(Records from a data source)
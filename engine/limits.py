"""Limit checks of a solution: supply drop, branch ratings and global current and power limits.

Utilisation is the computed value over its limit (1 = at the limit); a branch with both a
current and a power limit takes the larger of the two. A branch's current limit is the smaller
of its own rating (``max_current``) and the global one; global limits apply to resistors only
(sources are the supply and the loads, not parts that heat). Computed values are not a safety
rating: parts' datasheets, derating practice and local codes decide.
"""

from __future__ import annotations

from dataclasses import dataclass

import numpy as np

from .drop import SupplyDrop, Threshold
from .network import RESISTOR, Network

QUANTITIES = ("drop", "current", "power")
UNITS = {"drop": "V", "current": "A", "power": "W"}


@dataclass(frozen=True)
class Violations:
    """Every exceeded limit, worst (largest utilisation) first.

    Attributes
    ----------
    quantity : ndarray of str
        ``"drop"`` (``index`` is a node), ``"current"`` or ``"power"`` (``index`` is a branch).
    index : ndarray of int64
    value : ndarray of float64
        Drop (V), absolute current (A) or absolute power (W).
    limit : ndarray of float64
        In the same unit.
    utilisation : ndarray of float64
        ``value / limit``, above 1.
    """

    quantity: np.ndarray
    index: np.ndarray
    value: np.ndarray
    limit: np.ndarray
    utilisation: np.ndarray

    def __len__(self) -> int:
        return int(self.index.size)

    def count(self, quantity: str) -> int:
        return int(np.count_nonzero(self.quantity == quantity))


def effective_limit(kind: np.ndarray, rating, global_limit: float | None) -> np.ndarray:
    """Per-branch limit: the smaller of the rating (NaN = none) and the global limit
    (resistors only); NaN where neither applies."""
    limit = np.full(kind.shape, np.nan) if rating is None else np.asarray(rating, np.float64).copy()
    if global_limit is not None:
        resistor = kind == RESISTOR
        limit[resistor] = np.fmin(limit[resistor], global_limit)
    return limit


def branch_utilisation(net: Network, current, power, max_current=None, max_power=None, *,
                       global_current: float | None = None,
                       global_power: float | None = None) -> np.ndarray:
    """Largest of ``|I| / current limit`` and ``|P| / power limit`` per branch (NaN where no
    limit applies)."""
    current_limit = effective_limit(net.kind, max_current, global_current)
    power_limit = effective_limit(net.kind, max_power, global_power)
    return np.fmax(np.abs(current) / current_limit, np.abs(power) / power_limit)


def drop_limit(drop: SupplyDrop, max_drop: Threshold) -> np.ndarray:
    """Per-node drop limit in volts (NaN where it does not apply: a percentage on a 0 V net,
    nets without a nominal, the reference and source-held nodes)."""
    per_net = max_drop.volts(drop.nominal)
    limit = np.full(drop.drop.shape, np.nan)
    counted = drop.counted
    limit[counted] = per_net[drop.node_net[counted]]
    return limit


def check_limits(net: Network, drop: SupplyDrop, current, power, *,
                 max_drop: Threshold | None = None, max_current=None, max_power=None,
                 global_current: float | None = None,
                 global_power: float | None = None) -> Violations:
    """Every node over the drop limit and every branch over a current or power limit.

    Parameters
    ----------
    net : Network
    drop : SupplyDrop
    current, power : ndarray
        Branch currents (A) and powers (W).
    max_drop : Threshold, optional
    max_current, max_power : ndarray, optional
        Per-branch ratings (NaN where a branch has none).
    global_current, global_power : float, optional
        Limits for every resistor.
    """
    parts = []
    if max_drop is not None:
        limit = drop_limit(drop, max_drop)
        parts.append(("drop", drop.drop, limit))
    parts.append(("current", np.abs(current), effective_limit(net.kind, max_current,
                                                              global_current)))
    parts.append(("power", np.abs(power), effective_limit(net.kind, max_power, global_power)))
    quantity, index, value, limits = [], [], [], []
    for name, values, limit in parts:
        with np.errstate(invalid="ignore"):
            over = np.flatnonzero(values > limit)
        quantity.append(np.full(over.size, name, dtype="U7"))
        index.append(over)
        value.append(values[over])
        limits.append(limit[over])
    value, limits = np.concatenate(value), np.concatenate(limits)
    utilisation = value / limits
    order = np.argsort(-utilisation, kind="stable")
    return Violations(np.concatenate(quantity)[order], np.concatenate(index)[order],
                      value[order], limits[order], utilisation[order])
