"""The one entry point for "just solve it": check, contract, assemble, solve, recover, verify.

After the solve two checks independent of the solver prove the result: the KCL residual at every
node, recomputed from the branch currents through the incidence matrix, and the power balance,
whose sum over all branches is zero by Tellegen's theorem (B. D. H. Tellegen, Philips Res. Rep. 7,
259–269, 1952). Both are returned, and stored with the solution.
"""

from __future__ import annotations

import time
from dataclasses import dataclass, field

import numpy as np

from .checks import CheckReport, check
from .formulation import ReducedSystem, assemble
from .network import CURRENT_SOURCE, RESISTOR, VOLTAGE_SOURCE, Network
from .recovery import branch_quantities, kcl_residual
from .session import SolveSession
from .solvers import DEFAULT_RTOL, SolverFailed


class NetworkNotSolvable(ValueError):
    """The network failed its checks; ``report`` says why."""

    def __init__(self, report: CheckReport):
        errors = report.of_severity("error")
        super().__init__("; ".join(f"{f.code}: {f.message}" for f in errors))
        self.report = report


@dataclass
class Solution:
    """Node voltages, branch currents, voltages and powers, and the evidence behind them.

    Attributes
    ----------
    network : Network
    node_voltage : ndarray, volts, shape (n,)
    branch_current : ndarray, amperes, positive from ``from`` to ``to``
    branch_voltage : ndarray, volts, ``V(from) - V(to)``
    branch_power : ndarray, watts absorbed (negative where a source delivers)
    current_determined : ndarray of bool
        False on source/ideal branches whose current a loop of them leaves free (given 0 A on
        the loop-closing branch).
    method : str
        Solver that produced the result (after any fallback).
    method_reason : str
        Why that solver: the choice of ``auto`` with its predicted cost, "asked for", or the
        fallback (:attr:`SessionStats.reason`).
    rtol : float
        Requested relative residual.
    iterations : int
    relative_residual : float
        ``||A x - b|| / ||b||`` of the reduced system.
    kcl_max_residual : float
        Largest net current (A) leaving any node, recomputed from all branch currents.
    kcl_worst_node : int
    power_balance : float
        Sum of all branch powers (W), zero by Tellegen's theorem.
    power_dissipated : float
        Sum of resistor powers (W).
    timings : dict
        Seconds per stage (``check``, ``assemble``, ``setup``, ``solve``, ``recover``).
    notes : list of str
    report : CheckReport
    system : ReducedSystem
        Kept for reuse (further right-hand sides, sensitivities); None after
        :meth:`release_solver`.
    session : SolveSession
        The solve session of the reduced system, set up and reusable for further right-hand
        sides (adjoint solves, sensitivities); None after :meth:`release_solver`.
    unknowns : int or None
        Unknowns of the reduced system.
    """

    network: Network
    node_voltage: np.ndarray
    branch_current: np.ndarray
    branch_voltage: np.ndarray
    branch_power: np.ndarray
    current_determined: np.ndarray
    method: str
    rtol: float
    iterations: int
    relative_residual: float
    kcl_max_residual: float
    kcl_worst_node: int
    power_balance: float
    power_dissipated: float
    timings: dict = field(default_factory=dict)
    notes: list = field(default_factory=list)
    method_reason: str = ""
    report: CheckReport | None = None
    system: ReducedSystem | None = None
    session: SolveSession | None = None
    unknowns: int | None = None

    def release_solver(self) -> None:
        """Let go of the reduced system and the solve session (matrix, solver set-up and
        supernode graph: often the largest arrays held) once no further right-hand side will
        come."""
        self.system = self.session = None

    def kept_setup(self):
        """The solver set-up as plain arrays with the fingerprint of the reduced matrix
        (:meth:`SolveSession.kept_setup <ohmgraph.engine.session.SolveSession.kept_setup>`),
        to be stored with the solution and rebuilt by a later :func:`solve` (``kept_setup=``);
        None when the back end cannot export its set-up or the solver was released."""
        return None if self.session is None else self.session.kept_setup()

    @property
    def power_delivered(self) -> float:
        """Power delivered by the sources that supply power (W, the sum of ``-p`` over sources
        whose power ``p`` is negative)."""
        sources = self.branch_power[self.network.kind != RESISTOR]
        return float(-sources[sources < 0].sum())

    @property
    def power_absorbed_by_sources(self) -> float:
        """Power absorbed by sources (W), for example current-source loads or a charged supply.

        ``power_delivered = power_dissipated + power_absorbed_by_sources + power_balance``.
        """
        sources = self.branch_power[self.network.kind != RESISTOR]
        return float(sources[sources > 0].sum())

    def summary(self, top: int = 5) -> dict:
        """Plain-data summary: voltage range, largest currents and powers, evidence, timings."""
        net = self.network
        labels, names = net.node_labels, net.branch_names

        def largest(values, mask):
            """The ``top`` largest |values| among the branches of ``mask`` (None: all)."""
            if mask is None:
                picked = largest_first(np.abs(values), top)
            else:
                index = np.flatnonzero(mask)
                picked = index[largest_first(np.abs(values[index]), top)]
            return [{"branch": str(names[k]), "kind": "RVI"[net.kind[k]],
                     "from": str(labels[net.from_node[k]]), "to": str(labels[net.to_node[k]]),
                     "value": float(values[k])} for k in picked]

        v = self.node_voltage
        low, high = int(np.argmin(v)), int(np.argmax(v))
        return {
            "nodes": net.n_nodes,
            "branches": net.n_branches,
            "reference": net.reference_label,
            "method": self.method,
            "method_reason": self.method_reason,
            "rtol": self.rtol,
            "iterations": self.iterations,
            "unknowns": self.unknowns,
            "relative_residual": self.relative_residual,
            "kcl_max_residual_A": self.kcl_max_residual,
            "kcl_worst_node": str(labels[self.kcl_worst_node]),
            "power_balance_W": self.power_balance,
            "power_delivered_W": self.power_delivered,
            "power_absorbed_by_sources_W": self.power_absorbed_by_sources,
            "power_dissipated_W": self.power_dissipated,
            "voltage_min": {"node": str(labels[low]), "volts": float(v[low])},
            "voltage_max": {"node": str(labels[high]), "volts": float(v[high])},
            "largest_currents_A": largest(self.branch_current, None),
            "largest_resistor_powers_W": largest(self.branch_power, net.kind == RESISTOR),
            "source_powers_W": largest(self.branch_power,
                                       (net.kind == VOLTAGE_SOURCE) | (net.kind == CURRENT_SOURCE)),
            "undetermined_currents": int((~self.current_determined).sum()),
            "timings_s": dict(self.timings),
            "notes": list(self.notes),
        }


def largest_first(magnitude: np.ndarray, top: int) -> np.ndarray:
    """Positions of the ``top`` largest entries, largest first, ties in position order: the
    first ``top`` of ``np.argsort(-magnitude, kind="stable")``, found by a partition (linear
    time) so that only the chosen entries are sorted."""
    if magnitude.size <= top or np.isnan(magnitude).any():     # NaN: the plain sort puts it last
        return np.argsort(-magnitude, kind="stable")[:top]
    threshold = np.partition(magnitude, magnitude.size - top)[magnitude.size - top]
    above = np.flatnonzero(magnitude > threshold)
    tied = np.flatnonzero(magnitude == threshold)[:top - above.size]
    chosen = np.concatenate([above, tied])
    return chosen[np.argsort(-magnitude[chosen], kind="stable")]


def solve(net: Network, *, method: str = "auto", rtol: float = DEFAULT_RTOL,
          allow_floating: bool = False, report: CheckReport | None = None,
          memory_budget: float | None = None,
          start_voltage: np.ndarray | None = None, kept_setup=None) -> Solution:
    """Solve a network: every node voltage and every branch current, voltage and power.

    Parameters
    ----------
    net : Network
    method : str
        ``"auto"`` or a back end of :data:`ohmgraph.engine.solvers.SOLVERS`, through one
        :class:`~ohmgraph.engine.session.SolveSession`.
    rtol : float
        Relative residual the reduced system's solution must reach.
    allow_floating : bool
        Pin one node of every island without a path to the reference at 0 V.
    report : CheckReport, optional
        A report from :func:`check` with the same ``allow_floating``, to avoid checking twice.
    memory_budget : float, optional
        Bytes the solver's set-up may use (``auto`` chooses within it).
    start_voltage : ndarray, optional
        Node voltages to start an iterative solver from (a warm start, for example a stored
        solution of a nearby network; NaN where unknown). The result is held to ``rtol`` all
        the same.
    kept_setup : KeptSetup, optional
        A solver set-up kept with an earlier solution (:meth:`Solution.kept_setup`), used
        instead of a new set-up when it was made for a reduced system of the same unknowns
        (free supernodes, node-to-supernode map) and sparsity pattern — the same network or one
        with some resistor or source values changed — and otherwise ignored with a note.

    Raises
    ------
    NetworkNotSolvable
        When the checks find an error.
    SolverFailed
        When no solver reaches the accuracy asked for, or the voltages, currents or powers
        overflow double precision.
    """
    timings = {}
    start = time.perf_counter()
    if report is None:
        report = check(net, allow_floating=allow_floating)
    timings["check"] = time.perf_counter() - start
    if not report.solvable:
        raise NetworkNotSolvable(report)

    start = time.perf_counter()
    system = assemble(net, report.contraction, report.pinned_nodes)
    timings["assemble"] = time.perf_counter() - start

    session = SolveSession(system.matrix, method, rtol, memory_budget=memory_budget,
                           kept=kept_setup,
                           placement=(system.free, system.contraction.supernode))
    x0 = None if start_voltage is None else system.unknowns_from_voltages(start_voltage)
    x = session.solve(system.rhs, x0)
    return finish(net, report, system, session, x, rtol, timings)


def finish(net: Network, report: CheckReport, system: ReducedSystem, session: SolveSession,
           x: np.ndarray, rtol: float, timings: dict) -> Solution:
    """Recover node voltages and branch quantities from the reduced solution ``x`` and prove
    them (KCL residual, power balance): the last stage of :func:`solve`, shared with
    re-solves of changed networks (:mod:`ohmgraph.engine.variant`).

    Raises
    ------
    SolverFailed
        When the voltages, currents or powers overflow double precision.
    """
    stats = session.stats
    timings["setup"], timings["solve"] = stats.setup_seconds, stats.solve_seconds

    start = time.perf_counter()
    voltage = system.node_voltages(x)
    branches = branch_quantities(net, report.contraction, voltage)
    if not all(np.isfinite(values).all()
               for values in (voltage, branches.current, branches.power)):
        raise SolverFailed("the solution overflows double precision (IEEE 754 binary64): "
                           "rescale the values, for example to other units")
    residual = np.abs(kcl_residual(net, branches.current))
    worst = int(np.argmax(residual)) if residual.size else 0
    timings["recover"] = time.perf_counter() - start
    return Solution(
        network=net, node_voltage=voltage, branch_current=branches.current,
        branch_voltage=branches.voltage, branch_power=branches.power,
        current_determined=branches.determined, method=stats.method, rtol=rtol,
        iterations=stats.max_iterations, relative_residual=stats.max_relative_residual,
        kcl_max_residual=float(residual[worst]) if residual.size else 0.0, kcl_worst_node=worst,
        power_balance=float(branches.power.sum()),
        power_dissipated=float(branches.power[net.kind == RESISTOR].sum()),
        timings=timings, notes=stats.notes + _pinned_notes(net, report), report=report,
        system=system, session=session, method_reason=stats.reason,
        unknowns=system.n_unknowns)


def _pinned_notes(net: Network, report: CheckReport) -> list:
    if report.pinned_nodes.size == 0:
        return []
    shown = ", ".join(map(str, net.node_labels[report.pinned_nodes[:5]]))
    more = f" and {report.pinned_nodes.size - 5} more" if report.pinned_nodes.size > 5 else ""
    return [f"floating islands pinned at 0 V at node(s) {shown}{more}"]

▶ _Exercise prompt_
Looking back over the data above, restate word for word the lines that begin at the line with "if max_drop is" and end at the line with "for name, values, limit", inclusive.

▶ _Response box_
    if max_drop is not None:
        limit = drop_limit(drop, max_drop)
        parts.append(("drop", drop.drop, limit))
    parts.append(("current", np.abs(current), effective_limit(net.kind, max_current,
                                                              global_current)))
    parts.append(("power", np.abs(power), effective_limit(net.kind, max_power, global_power)))
    quantity, index, value, limits = [], [], [], []
    for name, values, limit in parts:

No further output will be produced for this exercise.